Bet you didn't know a lever machine could do this.







:beer:

View attachment 2361


Confused me at first - wondered what was going on but decided to go with the flow!

View attachment 2362


Extraction a tad too fast but the head was nice and creamy - looked thin but tasted of hops and caramel -mmm - cheers!


----------



## bubbajvegas

Hmmm... Think I need to upgrade my machine,I want one that does that aswell as coffee,looool


----------



## Spukey

DFK41 that grinder is brilliant, definitely my dream grinder, it ticks all the boxes.


----------



## espressotime

What a grinder!.WAF factor makes it a big no go for me.


----------



## shrink

For better or worse.. Here y'all go!


----------



## bubbajvegas

Great pic,I live how we all have our neat little stations,everything in its place


----------



## garydyke1

View attachment 2364


Ready for business


----------



## The Systemic Kid

Where's the hair - still in rollers??


----------



## coffeechap

Has anyone been here in London for coffee? Probably the finest latte in town!
View attachment 2365


----------



## coffeechap

Proprietor is a funky geezer goes by the name of Dennis!
View attachment 2366


----------



## bignorry

really enjoying these


----------



## The Systemic Kid

Coffeechap - your Bosco's feet are outrageous - have you modded it with an external cooling rig to the left of you? :a


----------



## coffeechap

unfortunately that is a faema not my bosco and unfortunately it is not me either...............


----------



## coffeechap

but the geezer is a forum member!


----------



## dwalsh1

The Systemic Kid said:


> Coffeechap - your Bosco's feet are outrageous - have you modded it with an external cooling rig to the left of you? :a


Glad you answered that one Dave cause I was scratching my head wondering what he was talking about


----------



## The Systemic Kid

coffeechap said:


> but the geezer is a forum member!


Ooooooops!


----------



## coffeechap

i think the lack of the lever gives it away heee heee


----------



## shrink

garydyke1 said:


> View attachment 2364
> 
> 
> Ready for business


Costco microfibre cloths?
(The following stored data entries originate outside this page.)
package dxfout

import (
	"bufio"
	"bytes"
	"fmt"
	"strconv"
	"strings"
)

// A tiny DXF reader for the tests, independent of the writer: it splits
// an ASCII DXF into group-code pairs and collects the header variables and
// the entities of the ENTITIES section.

type pair struct {
	code  int
	value string
}

func pairs(data []byte) ([]pair, error) {
	var out []pair
	sc := bufio.NewScanner(bytes.NewReader(data))
	sc.Buffer(make([]byte, 1<<20), 1<<20)
	for sc.Scan() {
		c := strings.TrimSpace(sc.Text())
		code, err := strconv.Atoi(c)
		if err != nil {
			return nil, fmt.Errorf("line %d: group code %q", len(out)*2+1, c)
		}
		if !sc.Scan() {
			return nil, fmt.Errorf("group code %d without a value", code)
		}
		out = append(out, pair{code, strings.TrimRight(sc.Text(), "\r")})
	}
	return out, sc.Err()
}

type ent struct {
	kind  string
	layer string
	codes []pair // every pair after the type
}

func (e ent) float(code int) float64 {
	for _, p := range e.codes {
		if p.code == code {
			v, _ := strconv.ParseFloat(strings.TrimSpace(p.value), 64)
			return v
		}
	}
	return 0
}

func (e ent) has(code int) bool {
	for _, p := range e.codes {
		if p.code == code {
			return true
		}
	}
	return false
}

// vertices returns an LWPOLYLINE's vertices and bulges.
func (e ent) vertices() (pts [][2]float64, bulges []float64) {
	for _, p := range e.codes {
		v, _ := strconv.ParseFloat(strings.TrimSpace(p.value), 64)
		switch p.code {
		case 10:
			pts = append(pts, [2]float64{v, 0})
			bulges = append(bulges, 0)
		case 20:
			pts[len(pts)-1][1] = v
		case 42:
			bulges[len(bulges)-1] = v
		}
	}
	return pts, bulges
}

type dxfFile struct {
	header   map[string][]pair
	entities []ent
}

func readDXF(data []byte) (*dxfFile, error) {
	ps, err := pairs(data)
	if err != nil {
		return nil, err
	}
	f := &dxfFile{header: map[string][]pair{}}
	section := ""
	var cur *ent
	var hvar string
	for i := 0; i < len(ps); i++ {
		p := ps[i]
		if p.code == 0 && p.value == "SECTION" && i+1 < len(ps) {
			section = ps[i+1].value
			i++
			continue
		}
		if p.code == 0 && p.value == "ENDSEC" {
			section, cur = "", nil
			continue
		}
		switch section {
		case "HEADER":
			if p.code == 9 {
				hvar = p.value
			} else if hvar != "" {
				f.header[hvar] = append(f.header[hvar], p)
			}
		case "ENTITIES":
			if p.code == 0 {
				f.entities = append(f.entities, ent{kind: p.value})
				cur = &f.entities[len(f.entities)-1]
				continue
			}
			if cur == nil {
				return nil, fmt.Errorf("pair %d before any entity", p.code)
			}
			if p.code == 8 {
				cur.layer = p.value
			}
			cur.codes = append(cur.codes, p)
		}
	}
	if len(ps) == 0 || ps[len(ps)-1] != (pair{0, "EOF"}) {
		return nil, fmt.Errorf("no EOF")
	}
	return f, nil
}

func (f *dxfFile) headerFloat(name string, code int) (float64, bool) {
	for _, p := range f.header[name] {
		if p.code == code {
			v, err := strconv.ParseFloat(strings.TrimSpace(p.value), 64)
			return v, err == nil
		}
	}
	return 0, false
}
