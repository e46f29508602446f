package dxfout

import (
	"encoding/json"
	"math"
	"os"
	"os/exec"
	"path/filepath"
	"slices"
	"testing"
)

// BR-16 (testdata/jobs/us-brace-16ft.yaml): an L4x4x1/2 16 ft long,
// far_end: mirror, (4) 7/8-in bolts at 3-in pitch, end 1-1/2 in, gage
// 2-1/2 in. Read by ezdxf, a reader independent of ours, the member's CAM
// file is one closed contour 192 in long (16 ft × 12 in/ft) by the 4-in
// leg, with the near end's holes at x = 1-1/2, 4-1/2, 7-1/2, 10-1/2 and the
// far end's at 192 − x = 190-1/2, 187-1/2, 184-1/2, 181-1/2, all on the
// gage line y = 2-1/2, each 15/16 in across (AISC 360-22 Table J3.3,
// standard hole for a 7/8-in bolt). Every number is the job file's or
// follows from it by the arithmetic shown.
func TestEzdxfWholeMember(t *testing.T) {
	haveEzdxf(t)
	_, s := sheetOf(t, "../testdata/jobs/us-brace-16ft.yaml")
	fs, err := Files(s)
	if err != nil {
		t.Fatal(err)
	}
	dir := t.TempDir()
	var cam string
	for _, f := range fs {
		if f.Name == "BR-16-member.cam.dxf" {
			cam = filepath.Join(dir, f.Name)
			if err := os.WriteFile(cam, f.Data, 0o644); err != nil {
				t.Fatal(err)
			}
		}
	}
	if cam == "" {
		t.Fatalf("no BR-16-member.cam.dxf among %d files", len(fs))
	}
	out, err := exec.Command(python, "-c", readBack, cam).Output()
	if err != nil {
		t.Fatalf("ezdxf: %v", err)
	}
	var files []ezFile
	if err := json.Unmarshal(out, &files); err != nil || len(files) != 1 {
		t.Fatalf("ezdxf output: %v (%d files)", err, len(files))
	}
	f := files[0]
	if len(f.Errors) > 0 || len(f.Fixes) > 0 {
		t.Errorf("audit errors %q, fixes %q", f.Errors, f.Fixes)
	}
	var contours int
	var xs []float64
	for _, e := range f.Entities {
		switch {
		case e.Layer == "contour":
			contours++
			if e.Type != "LWPOLYLINE" || !e.Closed {
				t.Fatalf("contour is a %s, closed %v", e.Type, e.Closed)
			}
			lo, hi := [2]float64{math.Inf(1), math.Inf(1)}, [2]float64{math.Inf(-1), math.Inf(-1)}
			for _, p := range e.Points {
				lo = [2]float64{min(lo[0], p[0]), min(lo[1], p[1])}
				hi = [2]float64{max(hi[0], p[0]), max(hi[1], p[1])}
			}
			if math.Abs(lo[0]) > tol || math.Abs(hi[0]-192) > tol || math.Abs(lo[1]) > tol || math.Abs(hi[1]-4) > tol {
				t.Errorf("contour spans (%g, %g)–(%g, %g), want (0, 0)–(192, 4)", lo[0], lo[1], hi[0], hi[1])
			}
		case e.Layer == "holes":
			if e.Type != "CIRCLE" {
				t.Fatalf("a %s on the holes layer", e.Type)
			}
			if math.Abs(e.Y-2.5) > tol || math.Abs(2*e.R-15.0/16) > tol {
				t.Errorf("hole at (%g, %g) of diameter %g, want y = 2.5 and 15/16", e.X, e.Y, 2*e.R)
			}
			xs = append(xs, e.X)
		default:
			t.Errorf("a %s on layer %q", e.Type, e.Layer)
		}
	}
	if contours != 1 {
		t.Errorf("%d contours, want 1", contours)
	}
	slices.Sort(xs)
	want := []float64{1.5, 4.5, 7.5, 10.5, 181.5, 184.5, 187.5, 190.5}
	if len(xs) != len(want) {
		t.Fatalf("holes at x %v, want %v", xs, want)
	}
	for i := range want {
		if math.Abs(xs[i]-want[i]) > tol {
			t.Errorf("holes at x %v, want %v", xs, want)
			break
		}
	}
}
Got tons next to my machine for cleaning the chrome/stainless stuff


----------



## bubbajvegas

Good shot off the Leaning tower of hasbean cups aswell


----------



## shrink

and amazingly, the exact same combination of hasbean cups that I have. you know what they say about great minds!


----------



## garydyke1

I might be selling off all my Red Has bean cups and saucers if anyone is interested


----------



## shrink

i shouldnt be... but might be







i quite like them.

why you selling up Gary?


----------



## garydyke1

I tend to use the not neutral espresso for doubles, my illy ones for singles. Pointless having something I dont use and could go to a good home


----------



## shrink

its the flat white ones i use quite a bit







and i only have one of the espresso cups, so i'd certainly like to match up my lone espresso cup, and perhaps add the two more flat white cups









PM me a price if you like


----------



## coffeechap

Beautiful shiny things including the forehead

View attachment 2367


----------



## shrink

the machines huge mate







very impressive! i will show this every time the girlfriend complains about the size of the cherub!


----------



## tcr4x4

Much easier to make a latte when you have some help.


----------



## The Systemic Kid

coffeechap said:


> Beautiful shiny things including the forehead


Now *that* does look like a Bosco! Apols for the confusion in previous post - wasn't looking hard enough!


----------



## The Systemic Kid

Wow - triplets!! Nice one.


----------



## coffeechap

Tom never knew you were one of triplets!


----------



## tcr4x4

You've met two of them... The third will be at the grind off!


----------



## dwalsh1

Lovely machine Dave I'm quite envious


----------



## Charlie B

where is that place Coffeechap?


----------



## coffeechap

sorry it is very exclusive invitation only!!!!!


----------



## Charlie B

more than likely to have an E code then


----------



## rodabod

I had to snap this awful cameraphone shot myself.


----------



## garydyke1

I have the very same pastry brush


----------



## glevum

******************


----------



## The Systemic Kid

Very nice set up - love those tiles. You *did* make the mrs one too??


----------



## bubbajvegas

coffeechap said:


> View attachment 2367


Keeping my bosco in good knick I see,haha


----------



## coffeechap

Nice set up and really nice guy as well


----------



## glevum

The Systemic Kid said:


> Very nice set up - love those tiles. You *did* make the mrs one too??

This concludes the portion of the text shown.